The complex make-up of the both BCF-Dioum and BCF-Kita was not anticipated at the time that the NED panel was formed. The strains were contributed to the panel as representatives of subtype G and H, respectively, which was appropriate based on the assay used to determine their subtype. Because the strains were passaged in culture, it is highly likely that any diversity that might have been noted in the original plasma was reduced or lost. This is demonstrated by the low level of ambiguity that appeared during sequencing. Their genomic profiles provide an example that considerations about the entire genome should to be made when using these strains or when collecting strains for other subtype “reference” panels for activities such as assay validation or development.

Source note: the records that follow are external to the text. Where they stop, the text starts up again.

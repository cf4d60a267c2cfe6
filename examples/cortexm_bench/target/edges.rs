//! The edge input (`humsense::edge`): per edge and per window.

use core::hint::black_box;

use cortex_m_semihosting::hprintln;
use humsense::edge::{EdgeConfig, EdgeDetector, EdgeFrontend, TimerWidth};
use humsense::{Config, Profile};

use super::clock::{insns, now, ratio, TRIPLE};
use crate::gen::{k, span, Disturb, EdgeSource, EdgeSpec, Knot, PinSpec, Span};

// -----------------------------------------------------------------
// The edge input (`humsense::edge`): per edge and per window.

/// Timer of the edge benchmark: 16 bits at 1 MHz (wraps every 65.5 ms).
pub(super) const EDGE_TICK_HZ: u32 = 1_000_000;
/// Edge train of the benchmark: warm-up, then the measured part.
pub(super) const EDGE_WARM_MS: u32 = 3_000;
pub(super) const EDGE_MS: u32 = 4_000;
/// Edges generated before each run of timed calls.
pub(super) const EDGE_BATCH: usize = 32;

/// The representative train, per pin: ambient pulses (duty 0.22 of a
/// period: a hum of 1.3 Vt), a burst of chatter (five pulses a cycle
/// for 100 ms, once in the measured 4 s), one edge in 37 pulses lost;
/// pin 0 also has a touch of 0.5 s every 2 s (duty 0.45), the other
/// pins only ambient (so that the strongest-pad rule finds touches
/// there too). Pin c's pulses are shifted by c/8 of a period.
pub(super) const EDGE_TOUCHED: &[Knot] = &[
    k(0, 220),
    k(1000, 220),
    k(1020, 450),
    k(1500, 450),
    k(1520, 220),
    k(3000, 220),
    k(3020, 450),
    k(3500, 450),
    k(3520, 220),
    k(5000, 220),
    k(5020, 450),
    k(5500, 450),
    k(5520, 220),
];
pub(super) const EDGE_AMBIENT: &[Knot] = &[k(0, 220)];
pub(super) const EDGE_SPANS: &[Span] = &[span(4200, 4300, Disturb::Chatter(5))];

pub(super) fn edge_source<const N: usize>() -> EdgeSource<N> {
    let spec = EdgeSpec {
        tick_hz: EDGE_TICK_HZ,
        mains_mhz: 50_000,
        jitter: 2,
        ring_ticks: 0,
        seed: 0x5eed,
    };
    let pins: [PinSpec; 8] = core::array::from_fn(|c| PinSpec {
        phase: (c as u32) << 29,
        knots: if c == 0 { EDGE_TOUCHED } else { EDGE_AMBIENT },
        spans: EDGE_SPANS,
        drop_every: 37,
    });
    EdgeSource::new(spec, &pins[..N], EDGE_WARM_MS + EDGE_MS)
}

#[inline(never)]
pub(super) fn edge_call<const N: usize>(
    det: &mut EdgeDetector<N>,
    ch: usize,
    rising: bool,
    count: u32,
    events: &mut u32,
) {
    det.push_edge(ch, rising, count, |_| *events += 1);
}

/// The call overhead `edge_call` adds: the same signature, doing
/// nothing (its body is a return: `black_box(())` emits no
/// instruction).
#[inline(never)]
pub(super) fn tick_call<const N: usize>(det: &mut EdgeDetector<N>, count: u32, events: &mut u32) {
    det.advance(count, |_| *events += 1);
}

#[inline(never)]
pub(super) fn empty_edge_call<const N: usize>(
    _det: &mut EdgeDetector<N>,
    _ch: usize,
    _rising: bool,
    _count: u32,
    _events: &mut u32,
) {
    black_box(());
}

/// What the timed calls of one run of the train added up to.
#[derive(Clone, Copy, PartialEq, Eq)]
pub(super) struct EdgeCost {
    /// Calls that ended no window: count, instructions, most in one.
    plain: u64,
    plain_insn: u64,
    plain_min: u64,
    plain_max: u64,
    /// Calls that ended one or more windows: count, instructions, most.
    ending: u64,
    ending_insn: u64,
    ending_max: u64,
    /// Windows ended by edges.
    windows: u64,
    /// The periodic `advance` calls: count, instructions, windows they
    /// ended.
    ticks: u64,
    tick_insn: u64,
    tick_windows: u64,
}

/// The firmware's periodic tick that calls `advance`: every 5 ms (the
/// interval `humsim replay` uses for edge logs).
pub(super) const EDGE_TICK_TICKS: u64 = EDGE_TICK_HZ as u64 / 200;

/// Times every `push_edge` of the measured part of the train, one call
/// at a time (call overhead subtracted); a shadow front end, outside
/// the timed region, tells which calls ended windows.
#[inline(never)]
pub(super) fn edge_costs<const N: usize>(
    det: &mut EdgeDetector<N>,
    src: &mut EdgeSource<N>,
    events: &mut u32,
) -> EdgeCost {
    let mask = TimerWidth::Bits16.mask();
    let mut shadow = det.frontend().clone();
    let (mut d, mut e) = (black_box(0usize), black_box(false));
    let t0 = now();
    empty_edge_call(det, d, e, 0, events);
    let t1 = now();
    let overhead = black_box(insns(t0, t1));
    d = black_box(d);
    e = black_box(e);
    let _ = (d, e);
    let mut r = EdgeCost {
        plain: 0,
        plain_insn: 0,
        plain_min: u64::MAX,
        plain_max: 0,
        ending: 0,
        ending_insn: 0,
        ending_max: 0,
        windows: 0,
        ticks: 0,
        tick_insn: 0,
        tick_windows: 0,
    };
    let mut buf = [(0u64, 0usize, false); EDGE_BATCH];
    let mut next_tick: Option<u64> = None;
    loop {
        let mut n = 0;
        for slot in buf.iter_mut() {
            let Some(edge) = src.next() else { break };
            *slot = (edge.tick, usize::from(edge.ch), edge.active);
            n += 1;
        }
        if n == 0 {
            break;
        }
        for &(tick, ch, rising) in black_box(&buf[..n]) {
            // The periodic ticks due before this edge, each timed.
            let mut due = *next_tick.get_or_insert(tick - tick % EDGE_TICK_TICKS + EDGE_TICK_TICKS);
            while due <= tick {
                let at = (due as u32) & mask;
                let t0 = now();
                tick_call(det, at, events);
                let t1 = now();
                r.tick_insn += black_box(insns(t0, t1).saturating_sub(overhead));
                r.ticks += 1;
                shadow.advance(at, |_| r.tick_windows += 1);
                due += EDGE_TICK_TICKS;
            }
            next_tick = Some(due);
            let count = (tick as u32) & mask;
            let t0 = now();
            edge_call(det, ch, rising, count, events);
            let t1 = now();
            let cost = black_box(insns(t0, t1).saturating_sub(overhead));
            let mut windows = 0u64;
            shadow.push_edge(ch, rising, count, |_| windows += 1);
            if windows == 0 {
                r.plain += 1;
                r.plain_insn += cost;
                r.plain_min = r.plain_min.min(cost);
                r.plain_max = r.plain_max.max(cost);
            } else {
                r.ending += 1;
                r.ending_insn += cost;
                r.ending_max = r.ending_max.max(cost);
                r.windows += windows;
            }
        }
    }
    r
}

/// The figure handed in by `.ci/cortexm` for the one-channel edge-only
/// firmware, if any.
pub(super) fn edge_flash() -> Option<u32> {
    option_env!("CORTEXM_EDGE_FLASH")?.trim().parse().ok()
}

/// One run: a fresh detector on a fresh train, warmed up, then every
/// edge of the measured part timed. The detector's size comes back
/// with the cost.
#[inline(never)]
pub(super) fn edge_run<const N: usize>(
    cfg: Config,
    edge: EdgeConfig,
) -> Result<(EdgeCost, u32), ()> {
    let Ok(mut det) = EdgeDetector::<N>::new(cfg, edge) else {
        hprintln!("cortexm-error: edge configuration rejected");
        return Err(());
    };
    let mut src = edge_source::<N>();
    let mut events = 0u32;
    let warm_end = u64::from(EDGE_WARM_MS) * u64::from(EDGE_TICK_HZ) / 1000;
    let mask = TimerWidth::Bits16.mask();
    // Warm-up: every edge before `warm_end`, and the first after it.
    while let Some(e) = src.next() {
        det.push_edge(usize::from(e.ch), e.active, (e.tick as u32) & mask, |_| {
            events += 1
        });
        if e.tick >= warm_end {
            break;
        }
    }
    let cost = edge_costs(&mut det, &mut src, &mut events);
    Ok((cost, events))
}

// Out of line, and each run in a call of its own, so that no more than
// one source and detector of up to 8 channels is on the stack at a time
// (the M0 has 16 KiB of RAM).
#[inline(never)]
pub(super) fn edge_bench<const N: usize>(profile: Profile) -> Result<(), ()> {
    let (cfg, name) = match profile {
        Profile::Touch => (Config::touch(), "touch"),
        Profile::Field => (Config::field(), "field"),
    };
    // stuck_high_cycles above the profile's max_active_cycles.
    let edge = EdgeConfig {
        stuck_high_cycles: cfg.max_active_cycles.saturating_add(1).max(12_000),
        ..EdgeConfig::new(EDGE_TICK_HZ, TimerWidth::Bits16)
    };
    // Same start, same input: the count must repeat exactly.
    let (cost, events) = edge_run::<N>(cfg, edge)?;
    let (again, _) = edge_run::<N>(cfg, edge)?;
    if cost != again {
        hprintln!(
            "cortexm-error: repeated edge runs counted {} then {} instructions (no -icount?)",
            cost.plain_insn + cost.ending_insn,
            again.plain_insn + again.ending_insn
        );
        return Err(());
    }
    if cost.plain == 0 || cost.windows + cost.tick_windows == 0 {
        hprintln!("cortexm-error: the edge train ended no window or had no plain edge");
        return Err(());
    }
    // Per edge: the mean of the calls that ended no window. Per cycle:
    // everything else (all edge calls less that per-edge cost each, and
    // the periodic ticks), per window and channel.
    let calls = cost.plain + cost.ending;
    let total = cost.plain_insn + cost.ending_insn + cost.tick_insn;
    let per_edge_x100 = (cost.plain_insn * 100 + cost.plain / 2) / cost.plain;
    let rest_x100 = (total * 100).saturating_sub(calls * per_edge_x100);
    let den = (cost.windows + cost.tick_windows) * N as u64;
    let per_cycle_x100 = (rest_x100 + den / 2) / den;
    let ram = core::mem::size_of::<EdgeDetector<N>>();
    let front_ram = core::mem::size_of::<EdgeFrontend<N>>();
    match edge_flash().filter(|_| N == 1) {
        Some(flash) => hprintln!(
            "cortexm: target={} input=edges profile={} channels={} insn_per_edge={}.{:02} insn_per_cycle={}.{:02} ram_bytes={} flash_bytes={}",
            TRIPLE, name, N, per_edge_x100 / 100, per_edge_x100 % 100,
            per_cycle_x100 / 100, per_cycle_x100 % 100, ram, flash
        ),
        None => hprintln!(
            "cortexm: target={} input=edges profile={} channels={} insn_per_edge={}.{:02} insn_per_cycle={}.{:02} ram_bytes={} flash_bytes=na",
            TRIPLE, name, N, per_edge_x100 / 100, per_edge_x100 % 100,
            per_cycle_x100 / 100, per_cycle_x100 % 100, ram
        ),
    }
    let (ew, ewf) = ratio(cost.ending_insn, cost.ending);
    let (tw, twf) = ratio(cost.tick_insn, cost.ticks);
    hprintln!(
        "cortexm-stage: target={} input=edges profile={} channels={} edges={} plain_edges={} insn_per_edge_min={} insn_per_edge_max={} window_calls={} windows={} insn_per_window_call={}.{:02} insn_per_window_call_max={} ticks={} tick_windows={} insn_per_tick={}.{:02} frontend_ram_bytes={} events={}",
        TRIPLE, name, N, calls, cost.plain, cost.plain_min, cost.plain_max, cost.ending, cost.windows,
        ew, ewf, cost.ending_max, cost.ticks, cost.tick_windows, tw, twf, front_ram, events
    );
    Ok(())
}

This is reinforced by the observation that the areas in which breakpoints were noted for these strains, such as p24, RT, and integrase, are targets for diagnostic use and/or therapy. It may be that different levels of characterization of sets of new isolates would need to be performed based on anticipated use of the samples. Studies, assays, and reagents made using BCF-Dioum and BCF-Kita should take into account the complexity noted in their genomes.
The accession number for BCF-Dioum is FJ183725 and for BCF-Kita is FJ183726.
This work was supported by NIAID contract NO1-AI-85354 and HHSN266200500044C/NO1-AI-50044.
No competing financial interests exist.